BEGIN

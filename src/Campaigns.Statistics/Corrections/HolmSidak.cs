using Campaigns.Statistics.Numerics;

namespace Campaigns.Statistics.Corrections;

/// <summary>Holm's step-down correction with Sidak's in the place of Bonferroni's at every step.</summary>
/// <remarks>The adjusted p-value of rank k is the largest 1 - (1 - p(j))^(m - j + 1) over j &lt;= k, each computed without cancellation and rounded once. Sidak's inequality is needed for every subset of the true nulls.</remarks>
public sealed class HolmSidak : Correction
{
    /// <inheritdoc/>
    public override string Key => "holm-sidak";

    /// <inheritdoc/>
    public override string Name => "Holm-Sidak";

    /// <inheritdoc/>
    public override ErrorRate Controls => ErrorRate.Familywise;

    /// <inheritdoc/>
    public override Dependence ValidUnder => Dependence.Sidak;

    /// <inheritdoc/>
    public override string Guarantee => "The probability of at least one false survivor is at most the level if the experiments are independent, or dependent in the way of Sidak's inequality.";

    /// <inheritdoc/>
    public override string Source => "B. S. Holland and M. D. Copenhaver (1987), Biometrics 43:417-423";

    /// <inheritdoc/>
    public override double? BoundaryAt(int rank, int familySize, double level) => -Accurate.Expm1(Accurate.Log1p(-level) / (familySize - rank + 1));

    /// <inheritdoc/>
    protected override void AdjustSorted(ReadOnlySpan<double> sorted, int familySize, Span<double> adjusted)
    {
        for (int k = 0; k < sorted.Length; k++)
        {
            adjusted[k] = SidakPower.Of(sorted[k], familySize - k);
        }

        Steps.Down(adjusted);
    }
}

END

-- Work request --
Give a verbatim copy of the material above.

-- Written solution --
filename src/Campaigns.Statistics/Corrections/HolmSidak.cs
using Campaigns.Statistics.Numerics;

namespace Campaigns.Statistics.Corrections;

/// <summary>Holm's step-down correction with Sidak's in the place of Bonferroni's at every step.</summary>
/// <remarks>The adjusted p-value of rank k is the largest 1 - (1 - p(j))^(m - j + 1) over j &lt;= k, each computed without cancellation and rounded once. Sidak's inequality is needed for every subset of the true nulls.</remarks>
public sealed class HolmSidak : Correction
{
    /// <inheritdoc/>
    public override string Key => "holm-sidak";

    /// <inheritdoc/>
    public override string Name => "Holm-Sidak";

    /// <inheritdoc/>
    public override ErrorRate Controls => ErrorRate.Familywise;

    /// <inheritdoc/>
    public override Dependence ValidUnder => Dependence.Sidak;

    /// <inheritdoc/>
    public override string Guarantee => "The probability of at least one false survivor is at most the level if the experiments are independent, or dependent in the way of Sidak's inequality.";

    /// <inheritdoc/>
    public override string Source => "B. S. Holland and M. D. Copenhaver (1987), Biometrics 43:417-423";

    /// <inheritdoc/>
    public override double? BoundaryAt(int rank, int familySize, double level) => -Accurate.Expm1(Accurate.Log1p(-level) / (familySize - rank + 1));

    /// <inheritdoc/>
    protected override void AdjustSorted(ReadOnlySpan<double> sorted, int familySize, Span<double> adjusted)
    {
        for (int k = 0; k < sorted.Length; k++)
        {
            adjusted[k] = SidakPower.Of(sorted[k], familySize - k);
        }

        Steps.Down(adjusted);
    }
}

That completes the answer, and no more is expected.